For the square pyramid, the lateral edge length, e , is 25 in., and the slant height, s , is 24 in. Find the height of the pyramid, h . Round the answer to the nearest whole number. The height of the square pyramid is?
We can use the Pythagorean theorem to solve for the height of the pyramid.
In a square pyramid, the slant height, s, is the hypotenuse of a right triangle, with the lateral edge length, e, and the height, h, as the other two sides.
Using the Pythagorean theorem, we have:
s^2 = e^2 + h^2
Substituting the given values, we have:
24^2 = 25^2 + h^2
Simplifying,
576 = 625 + h^2
Rearranging,
h^2 = 576 - 625
h^2 = -49
Since we cannot have a negative height, there is no real solution for h in this case.
Therefore, the height of the pyramid cannot be determined with the given information.
To find the height of the square pyramid, you can use the Pythagorean Theorem.
Let's denote the height as 'h', the lateral edge length as 'e', and the slant height as 's'.

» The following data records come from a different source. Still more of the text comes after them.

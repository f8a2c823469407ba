"""`sweep --points auto` on the screen and in JSON."""

from __future__ import annotations

import json

from tests.cli.runner import acsolve, circuit


def test_json_tells_what_lines_are_worth():
    """The key `placed` holds the promise; it is null where the points were asked for."""
    call = ("sweep", circuit("strain_antialias"), "--from", "amp", "--to", "adc", "--json")
    run = acsolve(*call, "--band", "10Hz..1MHz", "--points", "auto")
    (answer,) = json.loads(run.out)["answers"]
    assert answer["placed"] == {
        "within_db": 0.01,
        "within_deg": 0.1,
        "axis": "logarithmic",
        "sure": True,
        "complete": True,
        "ends_hertz": [],
    }
    run = acsolve(*call, "--band", "10Hz..1MHz", "--points", "5")
    assert json.loads(run.out)["answers"][0]["placed"] is None


def test_text_tells_what_is_uncertain_and_where_lines_end():
    """A line has no list of poles; a complete notch ends the lines at its frequency."""
    call = ("--band", "20Hz..100kHz", "--points", "auto")
    run = acsolve("sweep", circuit("mast_cable"), *call)
    assert "this is uncertain" in run.out
    run = acsolve("sweep", circuit("hum_notch"), *call, "--linear")
    words = " ".join(run.out.split())
    assert "over linear frequency are right within 0.01 dB and 0.1 degrees" in words
    assert "too narrow for doubles, at 49.7982 Hz." in words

According to the Pythagorean Theorem, the relationship between the height, the slant height, and half the lateral edge length of a pyramid is given by:
h^2 = s^2 - (e/2)^2
Plugging in the values we know, we can calculate the height as follows:
h^2 = 24^2 - (25/2)^2
= 576 - (625/4)
= 576 - 390.625
= 185.375
To find the height, we need to find the square root of 185.375:
h = √185.375
≈ 13.61
Rounding this to the nearest whole number, the height of the square pyramid is approximately 14 inches.

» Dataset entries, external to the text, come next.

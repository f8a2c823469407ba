"""Elimination along a plan, over any field: one replay serves a whole block of points.

Elements may be Python numbers, NumPy vectors (one number a point), `Scaled` vectors or balls.
Numbers that are the same at every point stay scalars until a vector meets them. Notation: the
matrix is A = P·L·U·Q with the order of the plan; `b` is a right-hand side, x solves A·x = b,
and y solves the transposed system, so that  c·x = y·b.
"""

from __future__ import annotations

from collections.abc import Collection, Mapping, Sequence
from dataclasses import dataclass
from math import nan
from typing import Any, TypeAlias

import numpy as np

from acsolve.algebra.plan import Plan

Element: TypeAlias = Any  # a number, a vector of numbers, a Scaled vector or a ball
Vector: TypeAlias = list[Element]  # None stands for a structural zero


@dataclass(frozen=True, slots=True, eq=False)
class Factors:
    """An eliminated matrix with one right-hand side carried along.

    `values` holds by slot: 1/pivot on the diagonal, the multipliers of L below it, U to the
    right; `forward` holds L⁻¹·b by row.
    """

    plan: Plan
    values: Vector
    forward: Vector


def reciprocal(value: Element) -> Element:
    """1/value; not a number where a scalar is zero, so that the point shows as singular."""
    if isinstance(value, np.ndarray):
        return np.reciprocal(value)  # three quarters of the time of a quotient
    try:
        return 1.0 / value
    except ZeroDivisionError:
        return complex(nan, nan)


def factor(
    plan: Plan,
    entries: Sequence[Element],
    right: Mapping[int, Element],
    *,
    kept: Collection[int] | None = None,
) -> Factors:
    """Eliminate along a plan; divides once a pivot, multiplies otherwise.

    Parameters
    ----------
    plan : its first slots are the `entries`, in the same order.
    entries : elements of the matrix; scalars and vectors may mix.
    right : row -> element of the right-hand side; other rows are zero.
    kept : places of the steps whose rows of U will be used; None keeps all, and the
        multipliers too, which only the transposed solution needs.

    Notes
    -----
    A vector that meets a zero pivot holds non-finite numbers at that point from there on;
    the caller silences the warnings and looks at the result.

    """
    values: Vector = [*entries, *([None] * plan.fill)]
    forward: Vector = [None] * plan.size
    for row, element in right.items():
        forward[row] = element
    for place, step in enumerate(plan.steps):
        _eliminate(step, values, forward, keep_below=kept is None)
        if kept is not None and place not in kept:
            for slot in (step.pivot, *step.right):
                values[slot] = None
    return Factors(plan, values, forward)


def _eliminate(step: Any, values: Vector, forward: Vector, *, keep_below: bool) -> None:
    row, _, pivot, below, below_rows, right, _, targets = step
    inverse = values[pivot] = reciprocal(values[pivot])
    pushed = forward[row]
    rights = [values[slot] for slot in right]
    place = 0
    for slot, other in zip(below, below_rows, strict=True):
        multiplier = values[slot] * inverse
        values[slot] = multiplier if keep_below else None
        for element in rights:
            target = targets[place]
            place += 1
            old = values[target]
            term = multiplier * element
            values[target] = -term if old is None else old - term
        if pushed is not None:
            old = forward[other]
            term = multiplier * pushed
            forward[other] = -term if old is None else old - term


def backward(
    factors: Factors,
    steps: Collection[int] | None = None,
    known_before: Mapping[int, Element] | None = None,
) -> Vector:
    """Solution x by column; only the components of the given steps where they are named.

    `known_before` holds components by column that no step of the plan determines.
    """
    plan, values, forward = factors.plan, factors.values, factors.forward
    x: Vector = [None] * plan.size
    for column, element in (known_before or {}).items():
        x[column] = element
    for place in range(len(plan.steps) - 1, -1, -1):
        if steps is not None and place not in steps:
            continue
        row, column, pivot, _, _, right, right_columns, _ = plan.steps[place]
        total = forward[row]
        for slot, other in zip(right, right_columns, strict=True):
            known = x[other]
            if known is not None:
                term = values[slot] * known
                total = -term if total is None else total - term
        if total is not None:
            x[column] = total * values[pivot]
    return x


def transposed(factors: Factors, left: Mapping[int, Element]) -> Vector:
    """Solution y by row of the transposed system for a left-hand side c by column."""
    sums: Vector = [None] * factors.plan.size
    for column, element in left.items():
        sums[column] = element
    y: Vector = [None] * factors.plan.size
    transposed_down(factors, sums, y)
    transposed_up(factors, y)
    return y


def transposed_down(factors: Factors, sums: Vector, y: Vector) -> None:
    """First half of `transposed`: U, on left-hand sides by column; fills y, uses up `sums`."""
    values = factors.values
    for row, column, pivot, _, _, right, right_columns, _ in factors.plan.steps:
        if sums[column] is None:
            continue
        solved = y[row] = sums[column] * values[pivot]
        for slot, other in zip(right, right_columns, strict=True):
            term = values[slot] * solved
            old = sums[other]
            sums[other] = -term if old is None else old - term


def transposed_up(factors: Factors, y: Vector) -> None:
    """Second half of `transposed`: L, on y itself."""
    values = factors.values
    for row, _, _, below, below_rows, _, _, _ in reversed(factors.plan.steps):
        total = y[row]
        for slot, other in zip(below, below_rows, strict=True):
            known = y[other]
            if known is not None:
                term = values[slot] * known
                total = -term if total is None else total - term
        y[row] = total


def needed_steps(plan: Plan, wanted: Collection[int]) -> frozenset[int]:
    """Places of the steps whose unknowns must be known to know the wanted columns.

    Columns that no step determines need none.
    """
    place_of = {step.column: place for place, step in enumerate(plan.steps)}
    found: set[int] = set()
    stack = [place_of[column] for column in wanted if column in place_of]
    while stack:
        place = stack.pop()
        if place not in found:
            found.add(place)
            columns = plan.steps[place].right_columns
            stack.extend(place_of[column] for column in columns if column in place_of)
    return frozenset(found)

To find the height of the square pyramid, we can use the Pythagorean Theorem. The Pythagorean Theorem states that in a right triangle, the square of the hypotenuse (the longest side) is equal to the sum of the squares of the other two sides.
In this case, we have a right triangle formed by the height (h), the slant height (s), and half the lateral edge length (e/2).
Using the Pythagorean Theorem, we can write the equation:
(h)^2 = (s)^2 - (e/2)^2
Plugging in the given values:
(h)^2 = (24)^2 - (25/2)^2
Simplifying:
(h)^2 = 576 - (625/4)
(h)^2 = 576 - 156.25
(h)^2 = 419.75
To find the height (h), we need to take the square root of both sides of the equation:
h ≈ √419.75
Calculating the square root:
h ≈ 20.49
Rounding to the nearest whole number:
h ≈ 20
Therefore, the height of the square pyramid is approximately 20 inches.